HuD-mediated distinct BDNF regulatory pathways promote regeneration after nerve injury

Up-regulation of brain-derived neurotrophic factor (BDNF) synthesis is an important mechanism of peripheral nerve regeneration after injury. However, the cellular and molecular mechanisms underlying this process are not fully understood. This study examines the role of BDNF in the spared nerve injury (SNI) mice model. Protein expression and cellular localization were investigated in the dorsal root ganglia (DRG) and spinal cord by western blotting and immunofluorescence experiments respectively. BDNF protein was markedly increased 3 and 7 days post-injury in the spinal cord and DRG. Following nerve injury sensory neurons produce molecules to promote regeneration, such as growth-associated protein 43 (GAP-43) and cytoskeletal proteins. Our results show that the expression of GAP-43 was increased in the DRG and spinal cord while, an increased of p-NFH content was detected in the spinal cord, with no modification in the DRG. Both events were counteracted by the administration of an anti-BDNF antibody.
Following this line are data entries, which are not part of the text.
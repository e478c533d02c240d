import { afterAll, beforeAll, describe, expect, it } from 'vitest';
import type { Page } from 'playwright-core';
import { browserSession } from '../helpers/browser-session';
import { firstMappingId } from '../helpers/demo-ids';

// Issue 13, points 12 and 5, in Chromium: atom numbers (from 1) and "colour atoms by bead" toggle on
// the editor's drawing; the bead graph re-fits its panel as beads come, unless the person zoomed.

const session = browserSession();
beforeAll(() => session.open());
afterAll(() => session.close());

const tool = (page: Page, name: string) => page.getByRole('toolbar', { name: 'Mapping tools' }).getByRole('button', { name, exact: true });

/** A new, empty mapping of the demo's first molecule, made through the API in the page. */
async function emptyMapping(page: Page, moleculeId: number): Promise<number> {
  return page.evaluate(async (id) => {
    const { token } = await (await fetch('/api/auth/csrf')).json();
    const res = await fetch(`/api/molecules/${id}/mappings`, { method: 'POST', headers: { 'content-type': 'application/json', 'x-csrf-token': token }, body: JSON.stringify({ name: 'Graph fit', resolution: '4:1' }) });
    return (await res.json()).id as number;
  }, moleculeId);
}

/** Whether every node of the bead graph lies inside its panel. */
const graphNodesInside = (page: Page) =>
  page.locator('div[aria-label="Bead graph"]').evaluate((region) => {
    const box = region.getBoundingClientRect();
    const nodes = [...region.querySelectorAll('[data-graph-bead]')].map((n) => n.getBoundingClientRect());
    return nodes.length > 0 && nodes.every((n) => n.left >= box.left && n.right <= box.right && n.top >= box.top && n.bottom <= box.bottom);
  });

describe('the editor drawing’s view options', () => {
  it('shows atom numbers from 1 and colours atoms by bead, on and off', async () => {
    const modeller = await session.signedIn('modeller@example.org', 'beadloom-demo');
    const mappingId = await firstMappingId(modeller);
    const mapping = await modeller.evaluate(async (id) => (await fetch(`/api/mappings/${id}`)).json(), mappingId);
    const molecule = await modeller.evaluate(async (id) => (await fetch(`/api/molecules/${id}`)).json(), mapping.moleculeId);
    const atomCount: number = molecule.model.atoms.length;
    await modeller.goto(`/mappings/${mappingId}`);
    await modeller.locator('[data-connection="live"]').waitFor();

    expect(await modeller.locator('[data-atom-number]').count()).toBe(0);
    await tool(modeller, 'Show or hide atom numbers').click();
    expect(await tool(modeller, 'Show or hide atom numbers').getAttribute('aria-pressed')).toBe('true');
    const numbers = await modeller.locator('[data-atom-number]').allTextContents();
    expect(numbers).toEqual(Array.from({ length: atomCount }, (_, i) => String(i + 1)));
    // Each number sits beside its own atom (within one bond length of the atom's click target).
    for (const i of [0, atomCount - 1]) {
      const label = (await modeller.locator(`[data-atom-number="${i + 1}"]`).boundingBox())!;
      const atom = (await modeller.locator(`[data-atom="${i}"]`).boundingBox())!;
      expect(Math.hypot(label.x + label.width / 2 - (atom.x + atom.width / 2), label.y + label.height / 2 - (atom.y + atom.height / 2))).toBeLessThan(atom.width * 1.5);
    }
    await modeller.screenshot({ path: '/tmp/beadloom-atom-numbers.png' });
    await modeller.locator('[data-atom="0"]').focus();
    await modeller.keyboard.press('i');
    await expect.poll(() => modeller.locator('[data-atom-number]').count()).toBe(0);

    // Colour by bead: every assigned atom gets its bead's colour (the colour its graph node has).
    await tool(modeller, 'Colour atoms by bead').click();
    const assigned = new Set(mapping.draft.beads.flatMap((b: { atoms: { index: number }[] }) => b.atoms.map((a) => a.index)));
    await expect.poll(() => modeller.locator('[data-atom-colour]').count()).toBe(assigned.size);
    const first = mapping.draft.beads.find((b: { atoms: { index: number; weight: number }[] }) => b.atoms.some((a) => a.weight === 1));
    const atom = first.atoms.find((a: { weight: number }) => a.weight === 1).index;
    const fill = await modeller.locator(`circle[data-atom-colour="${atom + 1}"]`).evaluate((c) => getComputedStyle(c).fill);
    const node = await modeller.locator(`[data-graph-bead="${first.name}"]`).evaluate((n) => getComputedStyle(n).backgroundColor);
    expect(fill).toBe(node);
    await modeller.screenshot({ path: '/tmp/beadloom-colour-atoms.png' });
    await tool(modeller, 'Colour atoms by bead').click();
    await expect.poll(() => modeller.locator('[data-atom-colour]').count()).toBe(0);

    // Point 13's pictures: ΔG per bead on the library's bands, and Σ bead mass against the weight.
    const chart = modeller.getByRole('img', { name: "Partition free energy of each bead against the library's type bands" });
    await chart.waitFor();
    expect(await chart.locator('[data-chart-bead]').count()).toBe(mapping.draft.beads.length);
    const sum = mapping.evaluation.beads.reduce((s: number, b: { mass: number }) => s + b.mass, 0);
    expect(await modeller.locator('[data-total="bead-mass"]').textContent()).toBe(sum.toFixed(2));
    const dots = await chart.locator('[data-delta-g]').evaluateAll((cs) => cs.map((c) => Number(c.getAttribute('data-delta-g'))));
    expect(dots.sort()).toEqual(mapping.evaluation.beads.map((b: { partitionDeltaG: number | null }) => b.partitionDeltaG).filter((v: number | null) => v !== null).sort());
    await chart.scrollIntoViewIfNeeded();
    await modeller.getByRole('region', { name: 'Partition free energy per bead, and mass balance' }).screenshot({ path: '/tmp/beadloom-partition-chart.png' });
    expect(session.errors).toEqual([]);
  });

  it('re-fits the bead graph as beads are added, and keeps a view the person zoomed', async () => {
    const modeller = await session.signedIn('modeller@example.org', 'beadloom-demo');
    const demo = await modeller.evaluate(async (id) => (await fetch(`/api/mappings/${id}`)).json(), await firstMappingId(modeller));
    const molecule = await modeller.evaluate(async (id) => (await fetch(`/api/molecules/${id}`)).json(), demo.moleculeId);
    const n: number = molecule.model.atoms.length;
    const mappingId = await emptyMapping(modeller, demo.moleculeId);
    await modeller.goto(`/mappings/${mappingId}`);
    await modeller.locator('[data-connection="live"]').waitFor();

    // One-atom beads far apart: the first fit is zoomed onto one node; later ones must still fit.
    const picks = [0, n - 1, Math.floor(n / 2), Math.floor(n / 4), Math.floor((3 * n) / 4)];
    for (const [k, atom] of picks.entries()) {
      await modeller.locator(`[data-atom="${atom}"]`).click();
      await modeller.keyboard.press('b');
      await modeller.locator(`[data-graph-bead="B${k + 1}"]`).waitFor();
      await expect.poll(() => graphNodesInside(modeller)).toBe(true);
    }

    // The person zooms the graph: the next bead does not move their view.
    const viewport = modeller.locator('div[aria-label="Bead graph"] .react-flow__viewport');
    const graph = (await modeller.locator('div[aria-label="Bead graph"]').boundingBox())!;
    await modeller.mouse.move(graph.x + graph.width / 2, graph.y + graph.height / 2);
    await modeller.mouse.wheel(0, -400);
    await expect.poll(async () => (await viewport.getAttribute('style')) ?? '').not.toBe('');
    const zoomed = await viewport.getAttribute('style');
    await modeller.locator(`[data-atom="${Math.floor(n / 3)}"]`).click();
    await modeller.keyboard.press('b');
    await modeller.locator('[data-graph-bead="B6"]').waitFor();
    await new Promise((r) => setTimeout(r, 300)); // a fit, were one queued, would animate in this time
    expect(await viewport.getAttribute('style')).toBe(zoomed);
    expect(session.errors).toEqual([]);
  });
});
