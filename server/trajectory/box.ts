/**
 * Periodic boxes and the minimum image. A box is GROMACS's three box vectors in the lower-triangular
 * form (a along x; b in the xy plane; c anywhere with c_z > 0), in Å, as nine numbers
 * [ax, ay, az, bx, by, bz, cx, cy, cz]. The minimum image is found the way GROMACS's simple search
 * does it for a reduced triclinic box: shift by c, then b, then a (exact for rectangular boxes and
 * for triclinic boxes reduced as GROMACS keeps them).
 */
export type Box = Float64Array | number[];

export function isUsableBox(box: Box | null | undefined): box is Box {
  return !!box && box.length === 9 && box[0] > 0 && box[4] > 0 && box[8] > 0;
}

/** Replaces d (a difference vector, Å) by its minimum image; out may be d itself. */
export function minimumImage(box: Box, d: Float64Array): void {
  let s = Math.round(d[2] / box[8]);
  if (s !== 0) {
    d[0] -= s * box[6];
    d[1] -= s * box[7];
    d[2] -= s * box[8];
  }
  s = Math.round(d[1] / box[4]);
  if (s !== 0) {
    d[0] -= s * box[3];
    d[1] -= s * box[4];
  }
  s = Math.round(d[0] / box[0]);
  if (s !== 0) d[0] -= s * box[0];
}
In DRG of SNI mice we also detected an increase of HuD expression, a RNA-binding protein known to stabilize BDNF and GAP-43 mRNA. Silencing of HuD prevented the nerve injury-induced BDNF and GAP-43 enhanced expression in the DRG. HuD-mediated BDNF synthesis in the primary sensory neurons, is followed by an anterograde transport of the neurotrophin to the central terminals of the primary afferents in the spinal dorsal horn, to modulate GAP-43 and NFH activation. Our data suggest that BDNF, GAP-43 and p-NFH proteins increase are linked events required for the enhanced regeneration after nerve injury.